■ INSTRUCTIONS TO FOLLOW
Exactly the lines from the beginning of the material to the line with "energised (the runner's" are to be repeated, both ends included.

■ DATA FOR THIS TASK
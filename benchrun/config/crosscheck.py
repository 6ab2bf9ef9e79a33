"""Checks across files: limits against the sequence, and orderings inside one limits file.

Each file can be valid on its own and the combination still be useless: a limits condition
that no test point of the sequence reaches makes every device "invalid" *after* every shot has
fired; a limit on a metric the sequence does not capture (Eon needs the switch voltage) does
the same. :func:`check_run_files` runs before anything is energised (the runner's
``prepare``); :func:`check_bin_order` whenever a limits file is loaded. Every problem is a
:class:`~benchrun.errors.ConfigError` at ``file:line: field: message``.
"""

from __future__ import annotations

from pathlib import Path
from typing import TYPE_CHECKING, Any

from benchrun.config.loader import read_yaml
from benchrun.errors import ConfigError
from benchrun.units import format_si

if TYPE_CHECKING:
    from benchrun.config.bench import BenchConfig
    from benchrun.config.limits import LimitsSpec
    from benchrun.config.sequence import SequenceConfig

#: Metrics measured only with a switch-voltage channel (``switch_voltage: true`` in the
#: sequence); without it the analysis gives no value and every device would grade invalid.
NEEDS_SWITCH_VOLTAGE = frozenset({"eon_J", "eon_recovery_J", "eon_ideal_J"})


def _line(lines: dict[tuple[Any, ...], int], path: tuple[Any, ...]) -> int | None:
    probe = path
    while probe:
        if probe in lines:
            return lines[probe]
        probe = probe[:-1]
    return lines.get(())


def _fail(message: str, filename: str, lines: dict[tuple[Any, ...], int],
          path: tuple[Any, ...]) -> None:
    raise ConfigError(message, file=filename, line=_line(lines, path),
                      field=".".join(str(part) for part in path) or None)


def check_bin_order(spec: LimitsSpec, filename: str,
                    lines: dict[tuple[Any, ...], int]) -> None:
    """Bin classes must be in ascending order, each one reachable.

    A device falls in the *first* class whose bounds hold its value, so a class whose upper
    bound is not above the previous one's can never be chosen (or takes devices meant for a
    later one), and a class open above (no ``max``) must come last.
    """
    if spec.bins is None:
        return
    previous_max: float | None = None
    previous_name = ""
    classes = spec.bins.classes
    for index, item in enumerate(classes):
        where = ("bins", "classes", index)
        if index > 0 and previous_max is None:
            _fail(f"class {item.name!r} follows {previous_name!r}, which has no 'max' (open "
                  "above), so it can never be chosen; list classes in ascending order",
                  filename, lines, where)
        if item.max is not None and previous_max is not None and item.max <= previous_max:
            _fail(f"class {item.name!r} (max {item.max:g}) is not above the previous class "
                  f"{previous_name!r} (max {previous_max:g}): bins are chosen in file order, "
                  "list them in ascending order", filename, lines, where)
        if item.min is not None and previous_max is not None and item.min < previous_max:
            _fail(f"class {item.name!r} (min {item.min:g}) overlaps the previous class "
                  f"{previous_name!r} (max {previous_max:g})", filename, lines, where)
        names = [c.name for c in classes[:index]]
        if item.name in names:
            _fail(f"class name {item.name!r} is used twice", filename, lines, (*where, "name"))
        previous_max, previous_name = item.max, item.name


def _point_text(point: Any) -> str:
    return (f"{point.temperature_K - 273.15:g} degC, "
            f"{format_si(point.bus_voltage_V, 'V')}, {format_si(point.forward_current_A, 'A')}")


def _tolerance_text(name: str, value: float) -> str:
    return f"{value:g} K" if name == "temperature" else f"{100 * value:g} %"


def check_run_files(sequence: SequenceConfig, sequence_path: str | Path, limits: LimitsSpec,
                    limits_path: str | Path) -> None:
    """Check that the sequence can produce what the limits grade, before anything fires.

    Raises
    ------
    ConfigError
        A limits condition no test point of the sequence matches (by the same rule the
        grading uses, :func:`benchrun.grading.grade.point_matches`, with the limits file's
        tolerances); a limit on a metric that needs ``switch_voltage: true``; a sequence
        tolerance wider than the limits' (the run would accept shots grading rejects); an
        analysis low-pass corner at or above the Nyquist frequency of the sample interval
        (Nyquist–Shannon: content above fs/2 is not represented).
    """
    from benchrun.grading.grade import point_matches
    from benchrun.runner.plan import expand_points

    limits_file = str(limits_path)
    _, lines = read_yaml(limits_path)
    points = expand_points(sequence)
    for index, condition in enumerate(limits.conditions):
        if not any(point_matches(p, condition, limits.tolerances) for p in points):
            tested = "; ".join(dict.fromkeys(_point_text(p) for p in points))
            _fail(f"condition {condition.name!r} is never tested by the sequence "
                  f"{sequence_path} (it tests {tested}); every device would grade 'invalid' "
                  "after all shots had fired. Add a matching test point or remove the "
                  "condition", limits_file, lines, ("conditions", index))
    if not sequence.switch_voltage:
        for index, item in enumerate(limits.limits):
            if item.metric in NEEDS_SWITCH_VOLTAGE:
                _fail(f"{item.metric} is measured only with 'switch_voltage: true' in the "
                      f"sequence {sequence_path}, which does not capture the switch voltage",
                      limits_file, lines, ("limits", index, "metric"))
    _, sequence_lines = read_yaml(sequence_path)
    for name in ("forward_current", "didt", "reverse_voltage", "temperature"):
        ours, theirs = getattr(sequence.tolerances, name), getattr(limits.tolerances, name)
        if theirs is not None and ours > theirs * (1 + 1e-9):
            _fail(f"{_tolerance_text(name, ours)} is wider than the "
                  f"{_tolerance_text(name, theirs)} of the limits file "
                  f"{limits_path}: shots the run accepts (and does not repeat) would be "
                  "graded invalid; use the limits' tolerance or a tighter one",
                  str(sequence_path), sequence_lines, ("tolerances", name))
    analysis, timing = sequence.analysis, sequence.timing
    if analysis.lowpass is not None and analysis.lowpass >= 0.5 / timing.sample_interval:
        _fail(f"the low-pass corner {analysis.lowpass:g} Hz is at or above the Nyquist "
              f"frequency {0.5 / timing.sample_interval:g} Hz of the {timing.sample_interval:g}"
              " s sample interval (timing.sample_interval); it would filter nothing",
              str(sequence_path), sequence_lines, ("analysis", "lowpass"))
    if limits.bins is not None and not sequence.switch_voltage \
            and limits.bins.metric in NEEDS_SWITCH_VOLTAGE:
        _fail(f"{limits.bins.metric} is measured only with 'switch_voltage: true' in the "
              f"sequence {sequence_path}", limits_file, lines, ("bins", "metric"))


def check_didt_means(sequence: SequenceConfig, sequence_path: str | Path, bench: BenchConfig,
                     bench_path: str | Path) -> None:
    """A test point (or sweep) asking for a di/dt needs a fixture that declares how di/dt is
    set (``fixture.gate_drive`` in the bench file, :mod:`benchrun.config.gate_drive`).

    Raises
    ------
    ConfigError
        At the sequence's ``didt`` field of the first such entry, before anything fires.
    """
    if bench.fixture.gate_drive is not None:
        return
    entries = [(("test_points", i), spec.didt) for i, spec in enumerate(sequence.test_points)]
    entries += [(("sweeps", j), sweep.didt) for j, sweep in enumerate(sequence.sweeps)]
    for where, didt in entries:
        if didt:
            _, lines = read_yaml(sequence_path)
            _fail(f"a di/dt target needs a fixture that can set di/dt, and the bench file "
                  f"{bench_path} declares none: add 'fixture.gate_drive' (switchable gate "
                  "resistors or a drive-voltage range with the switch's nominal values) or "
                  "give 'gate_resistance' instead", str(sequence_path), lines, (*where, "didt"))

■ SOLVED EXERCISE
filename benchrun/config/crosscheck.py
repository 6ab2bf9ef9e79a33
"""Checks across files: limits against the sequence, and orderings inside one limits file.

Each file can be valid on its own and the combination still be useless: a limits condition
that no test point of the sequence reaches makes every device "invalid" *after* every shot has
fired; a limit on a metric the sequence does not capture (Eon needs the switch voltage) does
the same. :func:`check_run_files` runs before anything is energised (the runner's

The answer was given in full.